Stored data entries
━━━━━━━━━━━━━━━━
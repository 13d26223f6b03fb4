//! The workers of a program: who answers which points, and what happens when one of them does not.
//!
//! Points are handed out in batches, one batch a worker at a time: between two batches a worker is seen to be silent, so
//! that an answer too few or too many cannot slip into the next batch. Answers are kept by the number of their point;
//! nothing depends on which worker gave them or on how the batches were cut.

use super::mishap::Cause;
use super::mishap::Mishap;
use super::mishap::ProgramError;
use super::pace::Pace;
use super::protocol::decimal;
use super::spec::ProgramSpec;
use super::worker::Event;
use super::worker::Tagged;
use super::worker::Worker;
use crate::model::ModelError;
use crate::model::Surroundings;
use crate::numeric::Points;
use std::collections::VecDeque;
use std::sync::Arc;
use std::sync::mpsc::Receiver;
use std::sync::mpsc::Sender;
use std::sync::mpsc::channel;
use std::time::Duration;
use std::time::Instant;

/// How often an interruption is looked for.
const TICK: Duration = Duration::from_millis(50);
/// After its first batch a new process must be silent for so long: what it says unasked would be taken for an answer.
const SETTLE: Duration = Duration::from_millis(5);
/// Mishaps of a program that has never answered, after which it is not tried again.
const BARREN: u32 = 3;
/// Mishaps in a row that made points be given up, without any answer between, after which the run stops.
const GIVEN_UP: usize = 20;
/// Restarts, and points given up, that are told one by one; the others go to the log.
const TOLD: u64 = 10;
/// After a mishap the rest of a batch is cut into so many pieces.
const PIECES: usize = 8;

/// Points that a worker is asked, by their numbers.
#[derive(Debug)]
struct Task {
    points: Vec<usize>,
    /// The first point was answered before: its answer must be the same again.
    check_first: bool,
}

#[derive(Debug)]
enum Slot {
    Empty,
    Idle(Worker),
    /// A new worker after its first batch.
    Settling(Worker, Instant),
    Busy(Busy),
}

#[derive(Debug)]
struct Busy {
    worker: Worker,
    task: Task,
    answered: usize,
    sent: Instant,
    heard: Instant,
    first: bool,
}

/// All workers of a program.
pub(crate) struct Pool {
    spec: ProgramSpec,
    slots: Vec<Slot>,
    sender: Sender<Tagged>,
    events: Receiver<Tagged>,
    started: u64,
    pace: Pace,
    ever_answered: bool,
    barren: u32,
    given_up_in_a_row: usize,
    given_up: u64,
    restarts: u64,
    surroundings: Arc<dyn Surroundings>,
}

/// One call: the points, and what is known of them.
struct Call<'a> {
    inputs: &'a Points,
    width: usize,
    answers: Vec<f64>,
    asked: Vec<u32>,
    next: usize,
    again: VecDeque<Task>,
}

impl Pool {
    pub(crate) fn new(spec: &ProgramSpec, surroundings: Arc<dyn Surroundings>) -> Self {
        let (sender, events) = channel();
        let slots = (0..spec.workers.max(1)).map(|_| Slot::Empty).collect();
        Self {
            spec: spec.clone(),
            slots,
            sender,
            events,
            started: 0,
            pace: Pace::default(),
            ever_answered: false,
            barren: 0,
            given_up_in_a_row: 0,
            given_up: 0,
            restarts: 0,
            surroundings,
        }
    }

    /// Answers to all points, one after the other; NaN for those that were given up.
    pub(crate) fn answers(&mut self, inputs: &Points) -> Result<Vec<f64>, ModelError> {
        let (n, width) = (inputs.len(), self.spec.width());
        let mut call = Call {
            inputs,
            width,
            answers: vec![f64::NAN; n * width],
            asked: vec![0; n],
            next: 0,
            again: VecDeque::new(),
        };
        let outcome = self.work(&mut call);
        if outcome.is_err() {
            // Whatever is still being worked at belongs to no call any more.
            self.slots.iter_mut().for_each(|slot| *slot = Slot::Empty);
        }
        outcome.map(|()| call.answers)
    }

    fn work(&mut self, call: &mut Call<'_>) -> Result<(), ModelError> {
        // What came since the last call came unasked.
        while let Ok(event) = self.events.try_recv() {
            self.receive(call, event)?;
        }
        loop {
            self.hand_out(call)?;
            if self.slots.iter().all(|slot| matches!(slot, Slot::Empty | Slot::Idle(_))) {
                return Ok(());
            }
            match self.events.recv_timeout(self.patience()) {
                Ok(event) => self.receive(call, event)?,
                Err(_) => self.look_at_the_clock(call)?,
            }
            if self.surroundings.interrupted() {
                return Err(ModelError::Interrupted);
            }
        }
    }

    /// Gives every free worker a batch, as long as there are points.
    fn hand_out(&mut self, call: &mut Call<'_>) -> Result<(), ModelError> {
        for k in 0..self.slots.len() {
            if let Slot::Settling(_, until) = &self.slots[k]
                && *until <= Instant::now()
                && let Slot::Settling(worker, _) = std::mem::replace(&mut self.slots[k], Slot::Empty)
            {
                self.slots[k] = Slot::Idle(worker);
            }
            if !matches!(self.slots[k], Slot::Empty | Slot::Idle(_)) {
                continue;
            }
            let Some(task) = self.next_task(call) else { continue };
            let (worker, first) = match std::mem::replace(&mut self.slots[k], Slot::Empty) {
                Slot::Idle(worker) => (worker, false),
                _ => (self.start()?, true),
            };
            let mut values = Vec::with_capacity(task.points.len() * call.inputs.dim());
            for &i in &task.points {
                values.extend((0..call.inputs.dim()).map(|j| call.inputs.get(i, j)));
                call.asked[i] += 1;
            }
            worker.send(values);
            let now = Instant::now();
            self.slots[k] = Slot::Busy(Busy { worker, task, answered: 0, sent: now, heard: now, first });
        }
        Ok(())
    }

    fn next_task(&self, call: &mut Call<'_>) -> Option<Task> {
        if let Some(task) = call.again.pop_front() {
            return Some(task);
        }
        let left = call.inputs.len() - call.next;
        if left == 0 {
            return None;
        }
        let size = self.pace.size(left, self.slots.len(), self.spec.batch);
        call.next += size;
        Some(Task { points: (call.next - size..call.next).collect(), check_first: false })
    }

    fn start(&mut self) -> Result<Worker, ProgramError> {
        self.started += 1;
        Worker::start(&self.spec, self.started, &self.sender, &self.surroundings)
    }

    /// How long may be waited for the next event.
    fn patience(&self) -> Duration {
        let now = Instant::now();
        let deadline = |slot: &Slot| match slot {
            Slot::Settling(_, until) => Some(*until),
            Slot::Busy(busy) => self.spec.timeout.map(|timeout| busy.heard + timeout),
            _ => None,
        };
        let nearest = self.slots.iter().filter_map(deadline).min();
        nearest.map_or(TICK, |at| at.saturating_duration_since(now).min(TICK))
    }

    fn look_at_the_clock(&mut self, call: &mut Call<'_>) -> Result<(), ModelError> {
        let Some(timeout) = self.spec.timeout else { return Ok(()) };
        for k in 0..self.slots.len() {
            let hangs = matches!(&self.slots[k], Slot::Busy(busy) if busy.heard.elapsed() >= timeout);
            if hangs && let Slot::Busy(busy) = std::mem::replace(&mut self.slots[k], Slot::Empty) {
                self.mishap(call, busy, Some(Cause::Hung { waited: timeout }))?;
            }
        }
        Ok(())
    }

    fn receive(&mut self, call: &mut Call<'_>, (number, event): Tagged) -> Result<(), ModelError> {
        let of = |slot: &Slot| match slot {
            Slot::Empty => false,
            Slot::Idle(worker) | Slot::Settling(worker, _) => worker.number == number,
            Slot::Busy(busy) => busy.worker.number == number,
        };
        // A worker that was ended may still have something in the channel.
        let Some(k) = self.slots.iter().position(of) else { return Ok(()) };
        match (std::mem::replace(&mut self.slots[k], Slot::Empty), event) {
            (Slot::Busy(busy), Event::Answers(values)) => self.slots[k] = self.take_answers(call, busy, &values)?,
            (Slot::Busy(busy), Event::Unreadable(what)) => {
                self.mishap(call, busy, Some(Cause::Unreadable { line: what.line, reason: what.reason }))?;
            }
            (Slot::Busy(busy), Event::Ended) => self.mishap(call, busy, None)?,
            // It said something unasked.
            (Slot::Idle(_) | Slot::Settling(..), Event::Answers(_) | Event::Unreadable(_)) => {
                let command = self.spec.reproduction(&call.inputs.point(0));
                return Err(ProgramError::Unasked { command }.into());
            }
            // It ended between two batches; another is started when there is work.
            (Slot::Idle(worker) | Slot::Settling(worker, _), Event::Ended) => {
                worker.buried();
            }
            (Slot::Empty, _) => {}
        }
        Ok(())
    }

    /// Keeps answers; the worker's slot as it is afterwards.
    fn take_answers(&mut self, call: &mut Call<'_>, mut busy: Busy, values: &[f64]) -> Result<Slot, ModelError> {
        let (came, asked) = (values.len() / call.width, busy.task.points.len());
        if busy.answered + came > asked {
            return Err(self.too_many(call, busy.answered + came, asked, busy.task.points[0]).into());
        }
        let first = busy.answered;
        for (answer, &i) in values.chunks_exact(call.width).zip(&busy.task.points[first..]) {
            let kept = &mut call.answers[i * call.width..][..call.width];
            if busy.task.check_first && i == busy.task.points[0] && !same(kept, answer) {
                let point = call.inputs.point(i);
                return Err(ModelError::Program(Box::new(ProgramError::OutOfStep {
                    point: self.spec.named(&point),
                    before: listed(kept),
                    now: listed(answer),
                    command: self.spec.reproduction(&point),
                })));
            }
            kept.copy_from_slice(answer);
        }
        self.keep(call, &busy.task.points[first..first + came], values);
        self.ever_answered = true;
        self.given_up_in_a_row = 0;
        busy.answered += came;
        busy.heard = Instant::now();
        if busy.answered < asked {
            return Ok(Slot::Busy(busy));
        }
        if busy.first {
            // The time to start is in the first batch: it says nothing about the pace.
            return Ok(Slot::Settling(busy.worker, Instant::now() + SETTLE));
        }
        self.pace.learn(asked, busy.sent.elapsed().as_secs_f64());
        Ok(Slot::Idle(busy.worker))
    }

    fn keep(&self, call: &Call<'_>, points: &[usize], values: &[f64]) {
        if !self.surroundings.keeps_answers() {
            return;
        }
        let inputs = call.inputs.select(points);
        self.surroundings.answered(&inputs, &Points::from_rows(call.width, values));
    }

    /// A worker died (`cause` is none), hung, or talked nonsense: what it answered is kept, the rest asked again.
    fn mishap(&mut self, call: &mut Call<'_>, busy: Busy, cause: Option<Cause>) -> Result<(), ModelError> {
        let Busy { worker, task, answered, .. } = busy;
        let (cause, said) = match cause {
            None => worker.buried(),
            Some(cause) => (cause, worker.ended()),
        };
        let culprit = task.points[answered];
        let point = call.inputs.point(culprit);
        let mishap = Mishap {
            cause,
            point: self.spec.named(&point),
            answered: (answered, task.points.len()),
            command: self.spec.reproduction(&point),
            said,
        };
        if !self.ever_answered {
            self.barren += 1;
            if self.barren >= BARREN || matches!(mishap.cause, Cause::Hung { .. }) {
                return Err(ProgramError::NeverAnswered(Box::new(mishap)).into());
            }
        }
        self.restarts += 1;
        let text = format!("A worker of the model program is started again. {mishap}");
        if self.restarts <= TOLD {
            self.surroundings.notice(&text);
        } else {
            self.surroundings.said(&format!("evenpoise: {text}"));
        }
        self.ask_again(call, &task, answered);
        let before = self.given_up;
        for &i in &task.points[answered..] {
            let checked_only = task.check_first && i == task.points[0];
            if call.asked[i] >= self.spec.tries.max(1) && !checked_only {
                self.give_up(call, i);
            }
        }
        self.given_up_in_a_row += usize::from(self.given_up > before);
        if self.given_up_in_a_row >= GIVEN_UP {
            return Err(ProgramError::GivenUp { times: self.given_up_in_a_row, last: Box::new(mishap) }.into());
        }
        Ok(())
    }

    /// Puts the unanswered points of a task back in line: the first by itself, for it is the likely cause, the others in
    /// ever smaller pieces, and each by itself for its last try.
    fn ask_again(&self, call: &mut Call<'_>, task: &Task, answered: usize) {
        let tries = self.spec.tries.max(1);
        let checked = usize::from(task.check_first && answered == 0);
        let open: Vec<usize> =
            task.points[answered + checked..].iter().copied().filter(|&i| call.asked[i] < tries).collect();
        let Some((&first, rest)) = open.split_first() else { return };
        let alone = |i: usize| Task { points: vec![i], check_first: false };
        let mut tasks = Vec::new();
        // A program that skips lines has given the last answer to the wrong point: the same question must have the same answer.
        match answered.checked_sub(1).map(|last| task.points[last]) {
            Some(last) => tasks.push(Task { points: vec![last, first], check_first: true }),
            None => tasks.push(alone(first)),
        }
        if rest.first().is_some_and(|&i| call.asked[i] + 1 >= tries) {
            tasks.extend(rest.iter().map(|&i| alone(i)));
        } else {
            let size = rest.len().div_ceil(PIECES).max(1);
            tasks.extend(rest.chunks(size).map(|piece| Task { points: piece.to_vec(), check_first: false }));
        }
        for task in tasks.into_iter().rev() {
            call.again.push_front(task);
        }
    }

    fn give_up(&mut self, call: &Call<'_>, i: usize) {
        self.given_up += 1;
        let point = call.inputs.point(i);
        let (named, command) = (self.spec.named(&point), self.spec.reproduction(&point));
        let tries = self.spec.tries.max(1);
        if self.given_up <= TOLD {
            self.surroundings.notice(&format!(
                "No answer after {tries} tries: this point counts as failed.\n  {named}\nTry it: {command}"
            ));
        } else {
            self.surroundings.said(&format!("evenpoise: no answer after {tries} tries: {named}"));
        }
        self.keep(call, &[i], &vec![f64::NAN; call.width]);
    }

    fn too_many(&self, call: &Call<'_>, answered: usize, asked: usize, first: usize) -> ProgramError {
        let command = self.spec.reproduction(&call.inputs.point(first));
        ProgramError::TooMany { answered, asked, command }
    }
}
━━━━━━━━━━━━━━━━
• [TASK ITEM]:
Of the lines above, output exactly those from the line bearing "use super::worker::Tagged;" through the line bearing "is looked for.", inclusive.

• [SOLUTION TO THE PROBLEM]:
use super::worker::Tagged;
use super::worker::Worker;
use crate::model::ModelError;
use crate::model::Surroundings;
use crate::numeric::Points;
use std::collections::VecDeque;
use std::sync::Arc;
use std::sync::mpsc::Receiver;
use std::sync::mpsc::Sender;
use std::sync::mpsc::channel;
use std::time::Duration;
use std::time::Instant;

/// How often an interruption is looked for.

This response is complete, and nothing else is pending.